この可変焦点レンズを、40℃で温度制御した状態で、コリメートしたレーザ光を入射する。光の偏光は直線で、振動電界の方向はz軸方向である。上下電極間に2000Vの電圧を印加すると、基板101から出射する光は、z軸方向に集光され、シリンドリカル凸レンズとして機能する。焦点距離は18cmである。
このシリンドリカル可変焦点レンズを基本単位素子とし、2つ同じ仕様のものを作製し、水晶製半波長板と組み合わせて、図6の2軸可変焦点レンズを作製した。前述の実験と同じく、2つの基本単位素子を40℃で温度制御した状態で、コリメートしたレーザ光を入射する。光の偏光は直線で、第1の基本単位素子の部分で、振動電界の方向がz軸方向である。上下電極間に2000Vの電圧を印加すると、出射する光は、y軸方向にもz軸方向にも集光され、2軸の凸レンズとして機能する。焦点距離は、先ほどと同じく18cmである。ここで、印加電圧を1000Vにすると、集光効果は小さくなり、焦点距離は72cmになる。また、電圧を印加しない場合は、当然集光効果はなく、焦点距離は無限大である。従って、印加電圧を0Vから2000Vまで変化させることにより、焦点距離を無限大から18cmまで変化させることができる。焦点距離の変更は、印加電圧を変更するだけなので、応答時間は1μs以下であり、従来の可変焦点レンズの応答時間と比較して、3桁以上改善されている。

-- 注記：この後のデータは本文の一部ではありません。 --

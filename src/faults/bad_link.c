/* SPDX-License-Identifier: GPL-3.0-or-later */
#include "faults/places.h"

/* The set-ups that link the ends in question: crossed at both, linked at out or at in. */
static bool links_at(enum joining joining, bool leg_in)
{
    return joining == JOIN_CROSS || joining == (leg_in ? JOIN_LINK_IN : JOIN_LINK_OUT);
}

static void enumerate(const struct rf_job *job, const struct rf_models *models,
                      fault_callback *callback, void *context)
{
    (void)models;
    for (size_t setup = 0; setup < N_SETUPS; setup++) {
        if (!setup_has_links(&setups[setup]) || !setup_has_readings(job, setup))
            continue;
        for (int variant = 0; variant < 4; variant++) {
            struct fault fault = {.family = &fault_family_bad_link,
                                  .setup = setup,
                                  .leg_in = variant / 2 == 1,
                                  .open = variant % 2 == 1};
            if (links_at(setups[setup].joining, fault.leg_in) && !callback(context, &fault))
                return;
        }
    }
}

static size_t kind(const struct fault *fault)
{
    return fault->open ? 0 : 1;
}

static bool has_parameter(const struct fault *fault)
{
    return !fault->open;
}

/* A link that is open stays open whatever else is wrong with it. */
static void apply(const struct fault *fault, struct wiring *wiring, double median, int parameter)
{
    struct links *links = &wiring->links[fault->setup];
    enum link_state *link = fault->leg_in ? &links->in : &links->out;
    if (fault->open) {
        *link = LINK_OPEN;
    } else if (*link != LINK_OPEN) {
        *link = LINK_RESISTIVE;
        links->ohms = median;
        links->parameter = parameter;
    }
}

static void looks(const struct fault *fault, const struct rf_job *job,
                  const struct rf_models *models, look_callback *callback, void *context)
{
    (void)job;
    look_board(place_share(fault, models), callback, context);
}

static void describe_kind(const struct fault *fault, struct text *out)
{
    text_addf(out, "%s at the %s %s end for ", fault->open ? "link not made" : "bad link",
              leg_word(fault->leg_in),
              conductor_words[pair_members[setups[fault->setup].pair].first]);
    say_setup(fault->setup, out);
}

static void describe(const struct fault *fault, const struct rf_job *job, struct text *out)
{
    (void)job;
    describe_kind(fault, out);
}

static const char *const kind_names_of_link[] = {"open", "high"};

const struct fault_family fault_family_bad_link = {
    .name = "bad_link",
    .fields = FIELD_LINK_SETUP | FIELD_OPEN,
    .ohms = true,
    .enumerate = enumerate,
    .kind = kind,
    .kind_names = kind_names_of_link,
    .n_kinds = 2,
    .has_parameter = has_parameter,
    .apply = apply,
    .looks = looks,
    .share_names = place_shares,
    .n_shares = 1,
    .describe = describe,
    .describe_kind = describe_kind,
};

この2軸可変焦点レンズを、可変焦点レンズ10として、図2の光ピンセット装置を作成した。レーザ光源としては、波長1064nmの固体レーザを用いた。対物レンズは、水浸の開口数1.3、倍率100のものである。可変焦点レンズ10への印加電圧を2000Vまで上げると、0Vのときの集光位置から27μm、集光位置を光軸方向に動かすことができた。光トラップの対象は、水中の0.5μm径の石英ガラスビーズとした。1個のビーズを光トラップしたのち、可変焦点レンズ10への印加電圧を変えることで、集光位置移動量に相当して、27μm動かすことができた。さらに、ある集光位置から高速に2μm動かしてそこで一定時間停留し、その後さらに2μmだけ同じ方向に集光位置を動かしてそこで一定時間停留し、ということを高速で繰り返し、2μm間隔で仮想的な集光位置を13個、生成することができ、この全てに1個ずつ、合計13個のビーズを同時にトラップすることができた。
1 微細透明物質
2,7 光線
3 入射点
4 出射点
5,6 光圧力
8 レーザ光源
9 平行光線
10 可変焦点レンズ
11 対物レンズ
12 集光位置
13 光
101,125 基板
102,105 陽極
103,104 陰極
106 電気力線
107 屈折率変調曲線
108,109,117,119,123,124 基本単位素子
110,120,122 半波長板
111 KTN半波長板
112 入射光
113、121 偏向ビームスプリッタ
114,115 分枝
116,118 鏡
126a,126b,127a,127b,128a,128b 電極対

Claims (8)

  1. 平行光線を発生するレーザ光源と、対物レンズと、可変焦点レンズとを備え、前記レーザ光源からの前記平行光線が前記可変焦点レンズを透過し、前記平行光線が前記可変焦点レンズを透過した後の光線が前記対物レンズに入射して、前記可変焦点レンズを透過した後の光線は前記対物レンズを透過した後に1点に集光される構造を有し、前記集光される1点に微小物体をトラップする効果を有する、光ピンセット装置において、
    前記可変焦点レンズが、
    2つの基本単位素子と、
    直線偏光を90度回転させる偏光回転素子と
    を備え、前記基本単位素子は、
    反転対称性を有する単結晶からなる電気光学材料と、
    前記電気光学材料の表面に形成された2組以上の陽極と陰極との組と
    を備え、前記陽極と前記陰極との間の印加電圧を変えることにより、前記電気光学材料を透過する光の焦点を可変することを特徴とするシリンドリカル可変焦点レンズであり、
    光が、前記2つの基本単位素子の一つを透過したのちに、前記偏光回転素子を透過し、しかるのちに、前記2つの基本単位素子のもう一つを透過するように光軸が設定され、
    前記2つの基本単位素子が、光軸を中心にして互いに90度の角度をなすように配置されてなることを特徴とする光ピンセット装置。
  2. 前記電気光学材料は、ペロブスカイト型単結晶材料であることを特徴とする請求項1に記載の光ピンセット装置。
  3. 前記電気光学材料は、タンタル酸ニオブ酸カリウム(KTN:KTa1-xNbx3、0<x<1)であることを特徴とする請求項2に記載の光ピンセット装置。
  4. 前記電気光学材料は、結晶の主成分が、周期律表Ia族とVa族から構成されており、Ia族はカリウムであり、Va族はニオブ、タンタルの少なくとも1つを含むことを特徴とする請求項2に記載の光ピンセット装置。
  5. 前記電気光学材料は、さらに、添加不純物としてカリウムを除く周期律表Ia族またはIIa族の1または複数種を含むことを特徴とする請求項4に記載の光ピンセット装置。
  6. 前記陽極と前記陰極とは、前記電気光学材料とショットキー接合が形成される材料からなることを特徴とする請求項1乃至5のいずれかに記載の光ピンセット装置。
  7. 前記陽極と前記陰極とは、帯状の形状を有し、その長手方向の辺は、すべて平行であることを特徴とする請求項6に記載の光ピンセット装置。
  8. 前記陽極と陰極との組の数はN組であり、前記陽極と前記陰極とは前記電気光学材料の第1または前記第1の面に対向する第2の面上に形成され、前記第1の面および前記第2の面と直交する第3の面から光を入射させるとし、
    1≦k≦N−1かつkは奇数とし、前記第1の面上に形成され、光の入射側からk番目の電極をk番目の陽極とし、前記第2の面上に形成され、前記k番目の陽極と向かい合う位置に形成された電極をk番目の陰極とし、
    前記第1の面上に形成され、前記k番目の陽極とは間隔をおいて配置された電極をk+1番目の陰極とし、前記第2の面上に形成され、前記k+1番目の陰極と向かい合う位置に形成され、前記k+1番目の陰極とは間隔をおいて配置された電極をk+1番目の陽極とし、
    前記第3の面から光を入射させたとき、前記k番目の陽極および前記k番目の陰極からなる電極対の間と、N番目の陽極およびN番目の陰極からなる電極対の間を透過して、前記第3の面に対向する第4の面から光が出射するように光軸が設定され、前記k番目およびN番目の間の印加電圧を変えることにより、前記第4の面から出射された光の焦点を変えることを特徴とする請求項1乃至7のいずれかに記載の光ピンセット装置。